DATA FOR REVIEW Start Marker

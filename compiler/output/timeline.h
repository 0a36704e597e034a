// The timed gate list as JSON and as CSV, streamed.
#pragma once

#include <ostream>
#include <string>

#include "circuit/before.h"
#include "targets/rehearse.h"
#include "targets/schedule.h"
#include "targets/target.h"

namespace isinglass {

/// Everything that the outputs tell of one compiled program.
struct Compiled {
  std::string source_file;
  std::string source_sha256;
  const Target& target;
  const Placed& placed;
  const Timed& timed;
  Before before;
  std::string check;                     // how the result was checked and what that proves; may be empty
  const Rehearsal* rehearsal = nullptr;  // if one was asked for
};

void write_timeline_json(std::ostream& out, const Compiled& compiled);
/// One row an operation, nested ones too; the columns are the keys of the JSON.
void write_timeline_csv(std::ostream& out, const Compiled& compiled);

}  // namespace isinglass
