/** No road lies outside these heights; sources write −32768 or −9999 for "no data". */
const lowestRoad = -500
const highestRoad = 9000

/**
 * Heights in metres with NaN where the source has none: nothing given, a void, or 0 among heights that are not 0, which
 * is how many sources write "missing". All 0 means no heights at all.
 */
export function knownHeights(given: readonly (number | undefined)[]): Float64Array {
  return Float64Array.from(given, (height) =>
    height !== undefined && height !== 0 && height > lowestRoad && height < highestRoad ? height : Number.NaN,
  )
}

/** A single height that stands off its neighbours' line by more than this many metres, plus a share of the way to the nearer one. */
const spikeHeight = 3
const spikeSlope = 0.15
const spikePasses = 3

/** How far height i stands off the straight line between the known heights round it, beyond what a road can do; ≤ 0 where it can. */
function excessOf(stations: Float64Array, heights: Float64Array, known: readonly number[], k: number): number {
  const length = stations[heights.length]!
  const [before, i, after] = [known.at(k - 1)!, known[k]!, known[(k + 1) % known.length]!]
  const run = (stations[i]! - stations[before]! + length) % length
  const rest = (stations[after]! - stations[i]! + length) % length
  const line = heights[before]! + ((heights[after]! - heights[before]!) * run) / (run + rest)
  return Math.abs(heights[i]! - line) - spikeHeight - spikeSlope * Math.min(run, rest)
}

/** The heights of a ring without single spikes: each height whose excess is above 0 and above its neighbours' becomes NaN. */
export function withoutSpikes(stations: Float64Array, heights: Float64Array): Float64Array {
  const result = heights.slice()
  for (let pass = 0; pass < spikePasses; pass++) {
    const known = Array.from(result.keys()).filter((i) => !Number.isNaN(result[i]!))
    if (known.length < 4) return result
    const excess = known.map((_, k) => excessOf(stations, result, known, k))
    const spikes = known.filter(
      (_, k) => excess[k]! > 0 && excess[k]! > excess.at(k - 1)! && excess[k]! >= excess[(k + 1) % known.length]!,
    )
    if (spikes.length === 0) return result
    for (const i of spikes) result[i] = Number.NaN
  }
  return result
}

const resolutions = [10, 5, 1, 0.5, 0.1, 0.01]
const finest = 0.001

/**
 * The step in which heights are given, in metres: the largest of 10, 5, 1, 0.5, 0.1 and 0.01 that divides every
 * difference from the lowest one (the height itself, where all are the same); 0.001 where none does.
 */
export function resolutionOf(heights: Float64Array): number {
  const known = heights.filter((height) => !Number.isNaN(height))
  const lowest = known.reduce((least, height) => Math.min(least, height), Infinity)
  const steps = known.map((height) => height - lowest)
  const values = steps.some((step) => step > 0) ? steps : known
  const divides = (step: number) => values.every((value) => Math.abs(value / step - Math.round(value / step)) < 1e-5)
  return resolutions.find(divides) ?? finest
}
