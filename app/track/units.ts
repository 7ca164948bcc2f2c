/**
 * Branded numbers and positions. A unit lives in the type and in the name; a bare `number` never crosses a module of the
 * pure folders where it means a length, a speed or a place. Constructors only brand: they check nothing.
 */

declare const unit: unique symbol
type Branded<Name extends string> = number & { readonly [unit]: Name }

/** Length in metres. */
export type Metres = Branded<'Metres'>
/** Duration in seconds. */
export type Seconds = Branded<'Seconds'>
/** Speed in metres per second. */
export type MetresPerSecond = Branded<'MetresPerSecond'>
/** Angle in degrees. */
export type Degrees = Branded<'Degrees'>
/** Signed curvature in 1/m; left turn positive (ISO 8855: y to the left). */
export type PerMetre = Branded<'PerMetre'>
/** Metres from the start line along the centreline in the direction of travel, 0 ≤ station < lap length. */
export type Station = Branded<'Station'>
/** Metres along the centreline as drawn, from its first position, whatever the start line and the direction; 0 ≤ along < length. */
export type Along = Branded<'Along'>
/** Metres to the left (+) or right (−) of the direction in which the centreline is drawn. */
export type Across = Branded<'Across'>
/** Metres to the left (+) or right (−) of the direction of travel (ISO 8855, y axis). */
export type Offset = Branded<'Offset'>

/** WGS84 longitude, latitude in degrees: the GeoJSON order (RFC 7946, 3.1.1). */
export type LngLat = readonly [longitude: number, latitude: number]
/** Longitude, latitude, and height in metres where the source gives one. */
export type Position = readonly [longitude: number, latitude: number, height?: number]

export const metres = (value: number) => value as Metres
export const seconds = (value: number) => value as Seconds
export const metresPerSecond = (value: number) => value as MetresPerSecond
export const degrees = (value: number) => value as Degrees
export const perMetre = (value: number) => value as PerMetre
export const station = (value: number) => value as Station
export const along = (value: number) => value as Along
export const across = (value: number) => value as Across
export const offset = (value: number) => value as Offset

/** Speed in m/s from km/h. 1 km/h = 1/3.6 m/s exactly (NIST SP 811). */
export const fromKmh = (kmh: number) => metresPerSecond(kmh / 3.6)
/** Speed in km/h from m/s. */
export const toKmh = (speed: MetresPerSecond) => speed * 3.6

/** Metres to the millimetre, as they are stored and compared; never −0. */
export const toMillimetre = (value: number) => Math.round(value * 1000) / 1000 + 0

DATA FOR REVIEW End Marker
DATA FOR REVIEW Start Marker

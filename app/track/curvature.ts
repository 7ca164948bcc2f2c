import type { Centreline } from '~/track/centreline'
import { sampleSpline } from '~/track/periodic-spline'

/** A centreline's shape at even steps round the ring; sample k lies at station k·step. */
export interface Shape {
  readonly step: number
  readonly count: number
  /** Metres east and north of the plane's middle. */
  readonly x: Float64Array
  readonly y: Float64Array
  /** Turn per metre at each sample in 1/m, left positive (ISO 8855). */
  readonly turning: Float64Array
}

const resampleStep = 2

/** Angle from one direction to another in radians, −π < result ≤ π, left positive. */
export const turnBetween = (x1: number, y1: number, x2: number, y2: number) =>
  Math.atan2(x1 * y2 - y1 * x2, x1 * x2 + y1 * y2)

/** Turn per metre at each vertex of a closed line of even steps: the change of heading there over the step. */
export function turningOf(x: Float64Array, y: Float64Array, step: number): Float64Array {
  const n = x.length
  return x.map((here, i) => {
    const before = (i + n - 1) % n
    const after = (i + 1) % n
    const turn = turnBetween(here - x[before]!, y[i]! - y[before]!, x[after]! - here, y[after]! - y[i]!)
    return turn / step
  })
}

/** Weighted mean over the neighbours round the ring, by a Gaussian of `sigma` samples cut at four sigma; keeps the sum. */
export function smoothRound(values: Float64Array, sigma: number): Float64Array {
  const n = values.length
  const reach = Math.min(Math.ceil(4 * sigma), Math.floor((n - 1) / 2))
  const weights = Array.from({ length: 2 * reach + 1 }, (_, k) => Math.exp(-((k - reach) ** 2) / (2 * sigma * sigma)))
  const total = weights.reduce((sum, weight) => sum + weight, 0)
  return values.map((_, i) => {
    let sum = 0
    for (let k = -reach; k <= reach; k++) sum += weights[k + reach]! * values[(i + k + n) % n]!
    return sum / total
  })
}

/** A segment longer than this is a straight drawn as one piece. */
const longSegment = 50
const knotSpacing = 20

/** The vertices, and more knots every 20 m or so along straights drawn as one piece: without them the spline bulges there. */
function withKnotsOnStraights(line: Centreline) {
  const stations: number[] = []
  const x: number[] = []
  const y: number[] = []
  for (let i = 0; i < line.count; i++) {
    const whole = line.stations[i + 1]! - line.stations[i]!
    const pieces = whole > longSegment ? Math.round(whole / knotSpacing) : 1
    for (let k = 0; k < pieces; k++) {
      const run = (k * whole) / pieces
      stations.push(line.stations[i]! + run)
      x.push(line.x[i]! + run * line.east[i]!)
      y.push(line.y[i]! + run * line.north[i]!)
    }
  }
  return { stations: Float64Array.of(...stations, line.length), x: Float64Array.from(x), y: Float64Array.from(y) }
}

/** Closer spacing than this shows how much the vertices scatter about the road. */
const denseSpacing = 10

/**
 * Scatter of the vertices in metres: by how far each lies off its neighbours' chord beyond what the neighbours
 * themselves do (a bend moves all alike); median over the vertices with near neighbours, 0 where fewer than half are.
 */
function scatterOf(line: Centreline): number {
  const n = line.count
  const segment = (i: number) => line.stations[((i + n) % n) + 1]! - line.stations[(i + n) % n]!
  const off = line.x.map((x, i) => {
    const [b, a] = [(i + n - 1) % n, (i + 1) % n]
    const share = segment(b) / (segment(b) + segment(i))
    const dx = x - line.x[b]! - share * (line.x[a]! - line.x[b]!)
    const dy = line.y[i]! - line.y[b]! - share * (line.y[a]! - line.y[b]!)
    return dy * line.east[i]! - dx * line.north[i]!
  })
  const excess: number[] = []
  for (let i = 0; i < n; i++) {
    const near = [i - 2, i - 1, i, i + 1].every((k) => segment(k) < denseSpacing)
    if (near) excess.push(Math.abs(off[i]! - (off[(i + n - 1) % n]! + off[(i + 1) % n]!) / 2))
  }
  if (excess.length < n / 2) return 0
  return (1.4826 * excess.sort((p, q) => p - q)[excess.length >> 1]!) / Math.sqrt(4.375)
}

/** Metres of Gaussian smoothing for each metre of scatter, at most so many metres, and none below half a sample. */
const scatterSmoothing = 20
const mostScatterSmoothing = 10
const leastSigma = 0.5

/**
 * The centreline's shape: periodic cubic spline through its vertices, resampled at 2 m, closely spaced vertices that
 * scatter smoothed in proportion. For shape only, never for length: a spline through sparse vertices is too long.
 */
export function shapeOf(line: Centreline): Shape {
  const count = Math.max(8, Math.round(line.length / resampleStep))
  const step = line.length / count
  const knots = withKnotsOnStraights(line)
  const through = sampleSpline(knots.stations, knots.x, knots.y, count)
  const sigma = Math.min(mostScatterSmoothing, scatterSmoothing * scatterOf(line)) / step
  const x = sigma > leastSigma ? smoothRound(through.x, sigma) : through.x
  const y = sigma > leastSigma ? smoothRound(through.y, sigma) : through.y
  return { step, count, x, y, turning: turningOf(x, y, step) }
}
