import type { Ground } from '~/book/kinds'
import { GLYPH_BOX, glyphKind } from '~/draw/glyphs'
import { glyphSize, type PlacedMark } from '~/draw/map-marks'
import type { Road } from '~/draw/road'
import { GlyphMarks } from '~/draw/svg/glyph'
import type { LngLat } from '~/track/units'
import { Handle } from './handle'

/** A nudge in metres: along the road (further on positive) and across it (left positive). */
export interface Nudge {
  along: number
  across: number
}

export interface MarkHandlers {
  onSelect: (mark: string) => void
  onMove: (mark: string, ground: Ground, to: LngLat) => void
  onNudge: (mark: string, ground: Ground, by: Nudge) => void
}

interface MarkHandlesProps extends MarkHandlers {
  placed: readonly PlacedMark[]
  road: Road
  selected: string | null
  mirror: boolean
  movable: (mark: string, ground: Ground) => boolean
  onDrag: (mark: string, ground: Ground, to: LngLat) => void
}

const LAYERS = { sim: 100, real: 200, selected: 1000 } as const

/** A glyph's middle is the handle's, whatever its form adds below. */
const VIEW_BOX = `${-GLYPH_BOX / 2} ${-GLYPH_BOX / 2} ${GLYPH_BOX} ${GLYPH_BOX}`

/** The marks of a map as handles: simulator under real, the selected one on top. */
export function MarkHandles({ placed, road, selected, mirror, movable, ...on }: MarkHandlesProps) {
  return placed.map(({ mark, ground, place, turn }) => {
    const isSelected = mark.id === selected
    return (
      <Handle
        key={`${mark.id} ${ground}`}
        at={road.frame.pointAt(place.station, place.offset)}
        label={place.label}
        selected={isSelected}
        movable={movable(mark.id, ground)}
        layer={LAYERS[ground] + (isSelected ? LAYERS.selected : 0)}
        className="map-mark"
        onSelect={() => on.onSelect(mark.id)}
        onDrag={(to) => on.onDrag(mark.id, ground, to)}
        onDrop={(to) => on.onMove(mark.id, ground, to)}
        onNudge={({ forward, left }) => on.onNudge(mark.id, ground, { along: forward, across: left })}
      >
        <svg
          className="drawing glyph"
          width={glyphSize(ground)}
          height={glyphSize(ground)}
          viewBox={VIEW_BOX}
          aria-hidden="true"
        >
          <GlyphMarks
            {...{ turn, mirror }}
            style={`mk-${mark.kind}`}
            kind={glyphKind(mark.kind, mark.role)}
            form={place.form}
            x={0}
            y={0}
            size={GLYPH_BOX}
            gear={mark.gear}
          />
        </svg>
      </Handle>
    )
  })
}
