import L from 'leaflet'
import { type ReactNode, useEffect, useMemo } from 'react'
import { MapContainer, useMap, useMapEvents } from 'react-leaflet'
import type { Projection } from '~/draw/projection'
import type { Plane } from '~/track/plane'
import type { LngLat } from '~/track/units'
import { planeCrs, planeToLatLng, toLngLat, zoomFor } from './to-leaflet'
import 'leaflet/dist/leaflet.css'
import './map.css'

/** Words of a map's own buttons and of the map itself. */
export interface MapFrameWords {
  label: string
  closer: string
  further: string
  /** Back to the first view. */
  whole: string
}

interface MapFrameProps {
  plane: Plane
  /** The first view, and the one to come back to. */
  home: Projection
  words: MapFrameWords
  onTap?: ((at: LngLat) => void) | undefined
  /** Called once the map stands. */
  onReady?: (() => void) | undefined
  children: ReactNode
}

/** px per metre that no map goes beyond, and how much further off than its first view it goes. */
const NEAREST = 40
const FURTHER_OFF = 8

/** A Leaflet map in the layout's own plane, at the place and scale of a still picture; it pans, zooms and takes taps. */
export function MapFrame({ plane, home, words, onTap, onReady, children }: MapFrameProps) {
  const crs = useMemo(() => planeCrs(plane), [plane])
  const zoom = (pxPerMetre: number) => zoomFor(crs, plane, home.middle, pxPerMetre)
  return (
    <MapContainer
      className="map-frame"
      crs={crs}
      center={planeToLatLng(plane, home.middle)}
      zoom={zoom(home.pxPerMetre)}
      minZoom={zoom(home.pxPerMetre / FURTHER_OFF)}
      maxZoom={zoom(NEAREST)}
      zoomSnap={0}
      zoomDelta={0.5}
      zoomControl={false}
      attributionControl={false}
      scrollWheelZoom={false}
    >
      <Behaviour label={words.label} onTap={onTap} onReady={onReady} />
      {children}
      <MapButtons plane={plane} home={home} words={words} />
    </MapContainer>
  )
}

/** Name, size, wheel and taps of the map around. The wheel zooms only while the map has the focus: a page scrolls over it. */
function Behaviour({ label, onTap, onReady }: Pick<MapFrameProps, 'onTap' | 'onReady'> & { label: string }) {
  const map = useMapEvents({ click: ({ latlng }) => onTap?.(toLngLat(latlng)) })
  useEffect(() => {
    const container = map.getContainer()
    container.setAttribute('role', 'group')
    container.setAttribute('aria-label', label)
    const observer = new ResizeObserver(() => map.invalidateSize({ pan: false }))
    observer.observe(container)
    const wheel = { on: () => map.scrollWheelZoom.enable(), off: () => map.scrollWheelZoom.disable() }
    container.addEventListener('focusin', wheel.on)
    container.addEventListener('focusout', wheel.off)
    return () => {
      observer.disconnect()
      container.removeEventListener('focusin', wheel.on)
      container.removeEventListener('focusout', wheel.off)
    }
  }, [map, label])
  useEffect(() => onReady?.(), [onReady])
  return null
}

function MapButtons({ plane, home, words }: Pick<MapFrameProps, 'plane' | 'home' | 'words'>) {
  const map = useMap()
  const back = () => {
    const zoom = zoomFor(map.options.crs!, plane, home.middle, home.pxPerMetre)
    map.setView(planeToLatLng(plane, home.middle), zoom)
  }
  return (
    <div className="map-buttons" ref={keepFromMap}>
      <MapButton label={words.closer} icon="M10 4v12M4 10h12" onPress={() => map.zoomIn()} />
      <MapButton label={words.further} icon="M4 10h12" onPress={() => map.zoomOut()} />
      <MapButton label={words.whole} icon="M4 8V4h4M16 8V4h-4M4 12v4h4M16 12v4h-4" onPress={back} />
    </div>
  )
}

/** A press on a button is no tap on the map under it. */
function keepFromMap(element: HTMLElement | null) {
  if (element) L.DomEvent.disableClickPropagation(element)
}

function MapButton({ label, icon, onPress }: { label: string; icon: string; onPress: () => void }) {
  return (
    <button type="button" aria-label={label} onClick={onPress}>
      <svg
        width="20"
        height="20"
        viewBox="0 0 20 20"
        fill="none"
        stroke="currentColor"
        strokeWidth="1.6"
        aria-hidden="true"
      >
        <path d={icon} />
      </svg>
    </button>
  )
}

DATA FOR REVIEW End Marker
DATA FOR REVIEW Start Marker

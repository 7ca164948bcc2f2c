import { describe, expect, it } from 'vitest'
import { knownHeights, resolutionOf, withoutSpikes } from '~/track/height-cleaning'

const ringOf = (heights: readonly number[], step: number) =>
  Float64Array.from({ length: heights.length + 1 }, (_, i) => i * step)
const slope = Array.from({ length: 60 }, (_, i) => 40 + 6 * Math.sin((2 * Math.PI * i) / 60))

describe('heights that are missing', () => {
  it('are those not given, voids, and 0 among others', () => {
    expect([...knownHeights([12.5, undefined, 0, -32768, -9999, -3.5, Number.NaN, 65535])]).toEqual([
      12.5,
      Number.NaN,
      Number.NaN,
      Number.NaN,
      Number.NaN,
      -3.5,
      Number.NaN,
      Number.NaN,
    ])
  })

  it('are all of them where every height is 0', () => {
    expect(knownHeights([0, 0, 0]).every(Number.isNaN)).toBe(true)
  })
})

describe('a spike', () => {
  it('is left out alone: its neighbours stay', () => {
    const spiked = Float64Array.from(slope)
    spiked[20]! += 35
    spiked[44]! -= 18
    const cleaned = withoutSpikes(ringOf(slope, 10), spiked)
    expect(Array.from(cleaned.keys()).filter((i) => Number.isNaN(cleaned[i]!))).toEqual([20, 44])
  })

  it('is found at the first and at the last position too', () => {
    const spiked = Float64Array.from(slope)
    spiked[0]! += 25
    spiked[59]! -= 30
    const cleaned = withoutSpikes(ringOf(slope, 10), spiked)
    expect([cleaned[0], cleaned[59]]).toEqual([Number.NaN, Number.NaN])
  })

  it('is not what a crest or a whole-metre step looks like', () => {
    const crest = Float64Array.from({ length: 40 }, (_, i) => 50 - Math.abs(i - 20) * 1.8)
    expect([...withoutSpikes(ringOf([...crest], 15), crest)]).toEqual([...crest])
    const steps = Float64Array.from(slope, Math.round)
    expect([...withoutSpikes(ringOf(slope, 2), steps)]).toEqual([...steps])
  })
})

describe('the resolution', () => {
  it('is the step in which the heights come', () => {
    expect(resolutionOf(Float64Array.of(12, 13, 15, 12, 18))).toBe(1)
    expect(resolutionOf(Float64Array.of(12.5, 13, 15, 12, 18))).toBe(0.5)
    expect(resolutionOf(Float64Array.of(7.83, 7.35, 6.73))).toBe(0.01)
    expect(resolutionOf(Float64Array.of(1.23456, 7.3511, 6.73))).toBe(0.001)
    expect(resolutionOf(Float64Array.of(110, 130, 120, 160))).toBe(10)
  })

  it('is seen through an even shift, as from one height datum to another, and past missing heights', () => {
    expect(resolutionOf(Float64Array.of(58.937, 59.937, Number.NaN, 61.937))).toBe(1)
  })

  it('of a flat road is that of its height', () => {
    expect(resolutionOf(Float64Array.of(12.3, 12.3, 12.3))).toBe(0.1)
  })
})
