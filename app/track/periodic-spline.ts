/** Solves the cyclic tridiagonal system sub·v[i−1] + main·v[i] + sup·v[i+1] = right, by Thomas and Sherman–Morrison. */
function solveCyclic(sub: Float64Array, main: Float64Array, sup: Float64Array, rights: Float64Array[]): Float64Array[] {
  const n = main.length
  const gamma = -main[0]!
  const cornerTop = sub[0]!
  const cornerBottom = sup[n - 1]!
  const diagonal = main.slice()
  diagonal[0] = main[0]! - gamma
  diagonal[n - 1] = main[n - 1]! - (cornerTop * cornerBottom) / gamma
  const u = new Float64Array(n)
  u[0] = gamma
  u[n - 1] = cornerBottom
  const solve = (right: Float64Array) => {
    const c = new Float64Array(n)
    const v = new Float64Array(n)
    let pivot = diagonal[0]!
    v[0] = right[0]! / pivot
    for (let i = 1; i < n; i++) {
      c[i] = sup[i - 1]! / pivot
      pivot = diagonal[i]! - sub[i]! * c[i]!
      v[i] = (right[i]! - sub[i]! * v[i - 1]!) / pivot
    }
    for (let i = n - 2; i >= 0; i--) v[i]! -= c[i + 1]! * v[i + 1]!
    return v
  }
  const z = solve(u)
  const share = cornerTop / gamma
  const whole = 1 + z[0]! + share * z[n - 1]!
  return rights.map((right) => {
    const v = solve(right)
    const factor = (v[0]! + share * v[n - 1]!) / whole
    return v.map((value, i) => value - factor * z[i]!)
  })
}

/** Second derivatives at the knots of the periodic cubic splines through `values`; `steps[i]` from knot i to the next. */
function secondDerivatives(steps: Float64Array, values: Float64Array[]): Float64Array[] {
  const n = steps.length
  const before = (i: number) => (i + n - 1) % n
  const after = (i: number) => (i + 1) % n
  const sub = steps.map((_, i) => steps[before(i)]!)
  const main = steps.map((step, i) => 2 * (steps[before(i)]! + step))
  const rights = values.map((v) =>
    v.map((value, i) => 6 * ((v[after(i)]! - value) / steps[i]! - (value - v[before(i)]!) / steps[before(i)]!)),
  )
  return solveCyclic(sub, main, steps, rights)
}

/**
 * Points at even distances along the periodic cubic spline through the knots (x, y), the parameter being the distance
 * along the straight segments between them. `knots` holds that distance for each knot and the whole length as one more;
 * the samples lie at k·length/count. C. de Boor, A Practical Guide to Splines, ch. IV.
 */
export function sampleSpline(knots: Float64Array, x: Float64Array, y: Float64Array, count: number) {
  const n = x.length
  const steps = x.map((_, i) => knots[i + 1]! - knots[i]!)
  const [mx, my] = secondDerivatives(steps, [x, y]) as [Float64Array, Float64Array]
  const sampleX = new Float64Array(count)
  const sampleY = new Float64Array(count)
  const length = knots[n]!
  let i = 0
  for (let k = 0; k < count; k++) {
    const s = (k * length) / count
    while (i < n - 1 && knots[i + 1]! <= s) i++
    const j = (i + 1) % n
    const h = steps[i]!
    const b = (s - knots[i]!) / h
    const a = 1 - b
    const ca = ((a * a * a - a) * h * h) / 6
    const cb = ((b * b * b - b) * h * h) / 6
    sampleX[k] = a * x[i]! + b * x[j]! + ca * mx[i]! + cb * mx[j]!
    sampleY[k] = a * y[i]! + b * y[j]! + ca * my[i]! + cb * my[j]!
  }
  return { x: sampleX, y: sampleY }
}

DATA FOR REVIEW End Marker

EXERCISE INSTRUCTIONS: A single number is the whole answer: the tally of lines in the entries that hold "half".

PROBLEM SOLUTION: 2